Having a method of adjusting the cutter independently from the cross slide allows you to set your concave and convex cutters up for blending the radii. There are two different concave and 3 different convex radii on this knob.




The Hardinge Cataract lathe handle on the left was replicated from the  one on the right and the three "balls" (the one in the middle is oblong)  are turned on a single shaft.

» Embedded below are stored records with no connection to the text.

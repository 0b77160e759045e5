"""Fitting factors of points against a bank, and a bank's coverage of a region."""

from __future__ import annotations

import math
from dataclasses import dataclass

import numpy as np

from .._validate import choice, integer, positive_scalar, real_array, switch
from ..filter import checked_band
from ..overlap import best_matches, required_period
from ..spectrum import psd_on_grid
from ..waveform import chirp_duration, isco_frequency
from .metric import flat_coordinates
from .region import Region, heavier_first
from .templates import Bank

__all__ = ["fitting_factor", "bank_coverage", "Coverage", "coverage_summary", "SweepSetup"]

#: A point is compared with the templates the flat metric puts near it: its
#: NEAREST_CANDIDATES nearest, and every template whose predicted mismatch is within
#: CANDIDATE_FACTOR times the nearest one's plus CANDIDATE_SLACK (never beyond
#: CANDIDATE_MISMATCH). The metric predicts mismatches to a few per cent below 0.03
#: (0.01316 predicted for 0.01305 exact, 0.0353 for 0.0345) and over-predicts beyond
#: (0.082 for 0.072; tests/test_bank_metric.py), so a template predicted 1.5 times
#: worse than the nearest, plus 0.01, does not beat it; tests/test_bank_placement.py
#: compares with a sweep over the whole bank.
NEAREST_CANDIDATES = 2
CANDIDATE_FACTOR = 1.5
CANDIDATE_SLACK = 0.01
CANDIDATE_MISMATCH = 0.2
#: Points per call of the kernel: bounds memory and paces the progress bar.
CHUNK = 256


def _points(points) -> np.ndarray:
    if isinstance(points, Bank):
        return np.stack([points.m1, points.m2, points.chi1, points.chi2])
    a = real_array("points", points, ndim=2)
    if a.shape[1] not in (2, 4):
        raise ValueError(f"points must have shape (n, 2) (m1, m2) or (n, 4) (m1, m2, chi1, chi2), got {a.shape}")
    if a.shape[1] == 2:
        a = np.hstack([a, np.zeros((a.shape[0], 2))])
    if (a[:, :2] <= 0).any():
        raise ValueError("points: masses must be positive (solar masses)")
    if (np.abs(a[:, 2:]) >= 1).any():
        raise ValueError("points: spins must satisfy |chi| < 1")
    return heavier_first(a.T)


@dataclass
class SweepSetup:
    """What every fitting-factor call over one bank shares.

    The grid, the PSD on it and the flat coordinates, built once by :meth:`build` and
    reused by placement's many calls.
    """

    f_low: float
    sample_rate: float
    df_fine: float
    psd: np.ndarray
    coordinates: object

    @classmethod
    def build(cls, psd, f_low: float, sample_rate: float, longest: float, lightest_total: float) -> "SweepSetup":
        """Grid fine enough for templates lasting ``longest`` s, up to Nyquist."""
        f_cap = 0.5 * sample_rate
        if f_low >= f_cap:
            raise ValueError(f"f_low={f_low} Hz must be below the Nyquist frequency {f_cap} Hz")
        period = 2.0 ** math.ceil(math.log2(required_period(longest)))
        df = 1.0 / period
        grid = psd_on_grid(psd, df, int(math.floor(f_cap / df)) + 1)
        checked_band(grid, df, f_low, None)  # the one band rule; refuses a PSD infinite over all of it
        f_high = min(f_cap, float(isco_frequency(lightest_total / 2, lightest_total / 2)))
        return cls(f_low, sample_rate, df, grid, flat_coordinates(psd, f_low, max(f_high, 1.01 * f_low)))

    def xi(self, p: np.ndarray) -> np.ndarray:
        """Flat coordinates of parameters ``p`` (4, n)."""
        return self.coordinates(p[0], p[1], p[2], p[3])

    def candidates(self, p: np.ndarray, bank_p: np.ndarray, tree=None):
        """Compressed candidate lists (``indptr``, ``indices``) of points ``p`` in a bank."""
        from scipy.spatial import cKDTree

        n_bank = bank_p.shape[1]
        tree = tree if tree is not None else cKDTree(self.xi(bank_p))
        x = self.xi(p)
        k = min(NEAREST_CANDIDATES, n_bank)
        d, near = tree.query(x, k=k)
        d, near = d.reshape(len(x), k), near.reshape(len(x), k)
        reach = np.sqrt(np.minimum(CANDIDATE_FACTOR * d[:, 0] ** 2 + CANDIDATE_SLACK, CANDIDATE_MISMATCH))
        ball = tree.query_ball_point(x, r=reach)
        lists = [np.union1d(near[i], np.asarray(ball[i], dtype=np.int64)) for i in range(len(x))]
        indptr = np.zeros(len(x) + 1, dtype=np.int64)
        indptr[1:] = np.cumsum([len(c) for c in lists])
        indices = np.concatenate(lists).astype(np.int64) if lists else np.zeros(0, dtype=np.int64)
        return indptr, indices

    def sweep(self, p: np.ndarray, bank_p: np.ndarray, *, tree=None, every: bool = False, progress=None):
        """Best match and template index of each point ``p`` over ``bank_p`` (both (4, n))."""
        if bank_p.shape[1] == 0:
            return np.zeros(p.shape[1]), np.full(p.shape[1], -1, dtype=np.int64)
        if tree is None and not every:
            from scipy.spatial import cKDTree

            tree = cKDTree(self.xi(bank_p))
        out_m, out_i = [], []
        for a in range(0, p.shape[1], CHUNK):
            chunk = p[:, a:a + CHUNK]
            if every:
                n = chunk.shape[1]
                indptr = np.arange(n + 1, dtype=np.int64) * bank_p.shape[1]
                indices = np.tile(np.arange(bank_p.shape[1], dtype=np.int64), n)
            else:
                indptr, indices = self.candidates(chunk, bank_p, tree)
            m, i = best_matches(chunk, bank_p, indptr, indices, self.psd, self.df_fine, self.f_low,
                                0.5 * self.sample_rate)
            out_m.append(m)
            out_i.append(i)
            if progress is not None:
                progress.update(chunk.shape[1])
        return np.concatenate(out_m), np.concatenate(out_i)


def template_durations(m1, m2, f_low: float) -> np.ndarray:
    """Seconds from ``f_low`` to coalescence: the 3.5PN chirp time, or the Newtonian one where that is not positive.

    Close below the ISCO frequency the post-Newtonian series for the duration turns
    negative; the Newtonian chirp time is positive and bounds such short templates.
    """
    d = np.asarray(chirp_duration(m1, m2, f_low), dtype=np.float64).reshape(-1)
    if (d <= 0).any():
        newtonian = np.asarray(chirp_duration(m1, m2, f_low, phase_order=0), dtype=np.float64).reshape(-1)
        d = np.where(d > 0, d, newtonian)
    return d


def setup_for(psd, f_low: float, sample_rate: float, *params) -> SweepSetup:
    """Build a :class:`SweepSetup` for comparisons among parameter sets ``params`` ((4, n) each)."""
    allp = np.hstack([q for q in params if q.shape[1]])
    longest = float(template_durations(allp[0], allp[1], f_low).max())
    return SweepSetup.build(psd, f_low, sample_rate, longest, float((allp[0] + allp[1]).min()))


def fitting_factor(points, bank, *, psd, f_low, sample_rate=4096.0, search="metric", return_index=False):
    """Best match of each point over a bank: the fraction of its optimal SNR the bank recovers.

    Parameters
    ----------
    points : array_like, shape (n, 2) or (n, 4), or Bank
        Sources ``(m1, m2[, chi1, chi2])``: solar masses and aligned dimensionless spins.
    bank : Bank
        The templates (TaylorF2, 3.5PN phase, as the search generates them).
    psd : str, callable or (freqs, values)
        Noise curve: a design-curve name (:data:`chirpsift.DESIGN_CURVES`), a callable of
        frequency (Hz), or samples.
    f_low : float
        Lower frequency cutoff (Hz) of sources and templates.
    sample_rate : float, optional
        The search's sample rate (Hz): every waveform ends at its ISCO frequency or at
        Nyquist, whichever is lower (default 4096).
    search : {"metric", "all"}, optional
        ``"metric"`` (default) compares each point only with the templates the flat
        metric puts near it (its :data:`NEAREST_CANDIDATES` nearest, and every template
        predicted within :data:`CANDIDATE_FACTOR` times the nearest one's mismatch plus
        :data:`CANDIDATE_SLACK`); ``"all"`` with every template (slow; for checks).
    return_index : bool, optional
        Also return the best template's row for each point.

    Returns
    -------
    ff : ndarray of float64, shape (n,)
        Fitting factors in ``[0, 1]`` (Apostolatos 1995).
    index : ndarray of int64, shape (n,)
        With ``return_index``: the best template's row.

    Notes
    -----
    Templates are generated on the fly on each point's grid; no (points x bank) array
    is ever made, and memory stays bounded by :data:`CHUNK` points' candidate lists.
    The result does not depend on the thread count.

    Each point is compared on the coarsest grid whose period (the smallest power of two
    of seconds above 1.1 times its longest comparison plus 2 s) holds the templates.
    The sharp band edges ring, and that ringing aliases: measured against a 1/512 Hz
    grid, a 1/8 Hz grid gives matches lower by about 2e-4 at 0.976 and 8e-4 at 0.92,
    shrinking in proportion to the spacing. Coverage is therefore, if anything,
    understated.

    References
    ----------
    .. [1] Apostolatos, T. A. 1995, PRD 52, 605 (fitting factor).
    .. [2] Owen, B. J. 1996, PRD 53, 6749, arXiv:gr-qc/9511032.

    Examples
    --------
    >>> import numpy as np
    >>> from chirpsift import Bank, fitting_factor
    >>> bank = Bank([10.0, 12.0], [10.0, 9.0])
    >>> ff = fitting_factor(np.array([[10.0, 10.0]]), bank, psd="gen2-zero-detuned", f_low=30.0)
    >>> round(float(ff[0]), 6)
    1.0
    """
    p = _points(points)
    if not isinstance(bank, Bank):
        raise TypeError(f"bank must be a chirpsift.Bank, got {type(bank).__name__}")
    if len(bank) == 0:
        raise ValueError("bank holds no templates")
    choice("search", search, ("metric", "all"))
    switch("return_index", return_index)
    fl = positive_scalar("f_low", f_low)
    fs = positive_scalar("sample_rate", sample_rate)
    b = _points(bank)
    setup = setup_for(psd, fl, fs, p, b)
    m, i = setup.sweep(p, b, every=search == "all")
    return (m, i) if return_index else m


@dataclass(frozen=True)
class Coverage:
    """A bank's coverage of a region: points drawn in it and their fitting factors.

    Attributes
    ----------
    points : ndarray, shape (n, 4)
        ``m1, m2, chi1, chi2`` of the points (``m1 >= m2``).
    fitting_factors : ndarray, shape (n,)
    minimal_match : float
        The threshold the summary counts against.
    summary : dict
        :func:`coverage_summary`.
    """

    points: np.ndarray
    fitting_factors: np.ndarray
    minimal_match: float
    summary: dict


def coverage_summary(ff: np.ndarray, minimal_match: float) -> dict:
    """Minimum, 0.1/1/5 percentiles, median and the fraction at or above the minimal match.

    Examples
    --------
    >>> import numpy as np
    >>> from chirpsift.bank import coverage_summary
    >>> coverage_summary(np.array([0.95, 0.98, 0.99, 1.0]), 0.97)["fraction_covered"]
    0.75
    """
    ff = np.asarray(ff, dtype=np.float64)
    return {
        "points": int(ff.size),
        "minimal_match": float(minimal_match),
        "minimum": float(ff.min()),
        "percentile_0.1": float(np.percentile(ff, 0.1)),
        "percentile_1": float(np.percentile(ff, 1)),
        "percentile_5": float(np.percentile(ff, 5)),
        "median": float(np.median(ff)),
        "fraction_covered": float(np.mean(ff >= minimal_match)),
    }


def bank_coverage(bank, n_points=10000, *, m1=None, m2=None, chi1=(0.0, 0.0), chi2=(0.0, 0.0), mtotal=None,
                  mass_ratio=None, psd=None, f_low=None, sample_rate=None, minimal_match=None, seed=0,
                  progress=False):
    """Draw points uniformly in a region and measure the bank's fitting factor at each.

    Parameters
    ----------
    bank : Bank
        The bank to check. Arguments left ``None`` are taken from its metadata when it
        was placed by :func:`chirpsift.place_bank` (region, ``psd``, ``f_low``,
        ``sample_rate``, ``minimal_match``).
    n_points : int, optional
        Points to draw (default 10,000).
    m1, m2, chi1, chi2, mtotal, mass_ratio : optional
        The region, as :class:`chirpsift.bank.Region`.
    psd : str, callable or (freqs, values)
        Noise curve.
    f_low : float
        Lower frequency cutoff (Hz).
    sample_rate : float, optional
        Hz (default 4096).
    minimal_match : float, optional
        Threshold of the summary (default 0.97).
    seed : int, optional
        Random seed of the points.
    progress : bool, optional
        Show a progress bar (tqdm) on stderr.

    Returns
    -------
    Coverage

    Notes
    -----
    The measure is uniform in the component masses (and spins) over the region's
    ranges, after its cuts: the fraction covered is the fraction of that measure. A
    population uniform in chirp mass or in volume would weigh the region differently.

    Examples
    --------
    >>> from chirpsift import Bank, bank_coverage
    >>> bank = Bank([10.0, 11.0, 12.0], [10.0, 10.0, 10.0])
    >>> cov = bank_coverage(bank, 20, m1=(10, 12), m2=(10, 10), psd="gen2-zero-detuned", f_low=30.0)
    >>> sorted(cov.summary)[:3]
    ['fraction_covered', 'median', 'minimal_match']
    """
    if not isinstance(bank, Bank):
        raise TypeError(f"bank must be a chirpsift.Bank, got {type(bank).__name__}")
    meta = bank.metadata
    saved = meta.get("region", {})
    if m1 is None and m2 is None and saved:
        region = Region(**{k: tuple(v) for k, v in saved.items()})
    elif m1 is None or m2 is None:
        raise ValueError("give the region (m1 and m2 ranges) or a bank placed by chirpsift.place_bank")
    else:
        region = Region(m1=m1, m2=m2, chi1=chi1, chi2=chi2, mtotal=mtotal, mass_ratio=mass_ratio)
    psd = psd if psd is not None else meta.get("psd")
    if psd is None:
        raise ValueError("psd must be given (the bank's metadata names none)")
    f_low = f_low if f_low is not None else meta.get("f_low")
    if f_low is None:
        raise ValueError("f_low must be given (the bank's metadata names none)")
    sample_rate = sample_rate if sample_rate is not None else meta.get("sample_rate", 4096.0)
    mm = minimal_match if minimal_match is not None else meta.get("minimal_match", 0.97)
    mm = positive_scalar("minimal_match", mm)
    if not mm < 1:
        raise ValueError(f"minimal_match must lie in (0, 1), got {mm!r}")
    n = integer("n_points", n_points, minimum=1)
    switch("progress", progress)
    pts = np.stack(region.sample(n, seed=integer("seed", seed, minimum=0)))
    bar = None
    if progress:
        from tqdm.auto import tqdm

        bar = tqdm(total=n, desc="coverage", unit="point")
    try:
        b = _points(bank)
        setup = setup_for(psd, positive_scalar("f_low", f_low), positive_scalar("sample_rate", sample_rate), pts, b)
        ff, _ = setup.sweep(pts, b, progress=bar)
    finally:
        if bar is not None:
            bar.close()
    return Coverage(pts.T.copy(), ff, mm, coverage_summary(ff, mm))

Here's my argument for an adjuster on the ball cutter itself.  To dial in a specific radius I use the on-board adjustment knob to set the tip of my cutter to zero (meaning that the tip spins around the center of the bearing axis as I rotate the body) then touch the cutter tip on either a known OD (using the cross slide) or the end of the stock (using the apron) and set zero on my lathe dial, then move either the cross slide or carriage the distance of the radii I want to cut then move the on-board adjuster to touch the part again. This gives me control over size.


----------



## markknx (Oct 16, 2014)

Mine is of the Steve Bedair style also. The two things I would change are to make it for HSS and off set the tool bit in the holder to alow more room at the spindle side. Mark


----------



## chuckorlando (Oct 17, 2014)

All you need to do is know where center is as thats the pivot. A hand scale is easy to set the Dia if you know center. Or if you need a 1in ball just mark the stock for 1in then rotate the turner 180 and adjust the cutter till it reaches both marks and your at 1in.


----------



## GarageGuy (Oct 18, 2014)

churchjw said:


> I have my ball turner mostly done.  The problem I have is that my lathe (whole sale tools WT 13" x 40" Gap Bed Geared Head Lathe) has a stub sticking up when you take off the compound rest. All of the designs I have seen the lathe has a hole in the cross slide and the stub is on the compound rest.  Everything I had come up with made the thing to tall.  After I saw goboughner's design "I was wrong on how it worked" I came up with this design.  It uses the existing stud on the lathe as the pivot point and the compound rest hold down bolts to keep it in place.  I still need to take some of the height off the front area so that it can get closer to the chuck without hitting the jaws. Also need to add a scale so I know the size.  George is right a micrometer adjustment would be so much better.  I need to add a handle.  I did this first test just holding the base.  Not the safest way but it was just a test.  I also meant to offset the insert 30 degrees like NEL957 suggested but forgot.  I will redo the tool holder after I get the rest of it done.  After seeing it cut I think the tool offset would be worth it.
> 
> View attachment 85643



My Logan 820 has a compound mount very similar to yours.  I am also building a ball turner and trying to determine the best way to mount it.  The ideas I had for mine are very similar to yours.  When it gets a little further along, I'll post a few photos.  Thank you for posting yours!

GG


----------



## Waldo1 (Oct 24, 2014)

Excellent results from several fine designs- I need to start a materials list for one of these!


----------



## churchjw (Nov 3, 2014)

Ok finally got the last of my ball turner done.  I may make some different bit holders.  I would like a HSS tool holder for it.  And of course as required by law the first ball it was used to make was the handle for the ball turner.  So far I have only used it on aluminum.  After I figure out all the little points of setting it up I need to try one in stainless.


----------



## drs23 (Nov 3, 2014)

Good job, thanks for sharing! This is a project that's on my VERY SHORT list. Got some of the stock gathered but still need a few pieces.


----------



## Mark_f (Nov 6, 2014)

I plan on making a ball turner for my South Bend lathe. But , I have a question. There is about .006 Backlash in the cross slide. Will this affect the ball finish or should I remove a gib screw and install a cross slide lock in its place?  ( I was thinking of putting a lock on the cross slide anyway for another project)

Mark Frazier


----------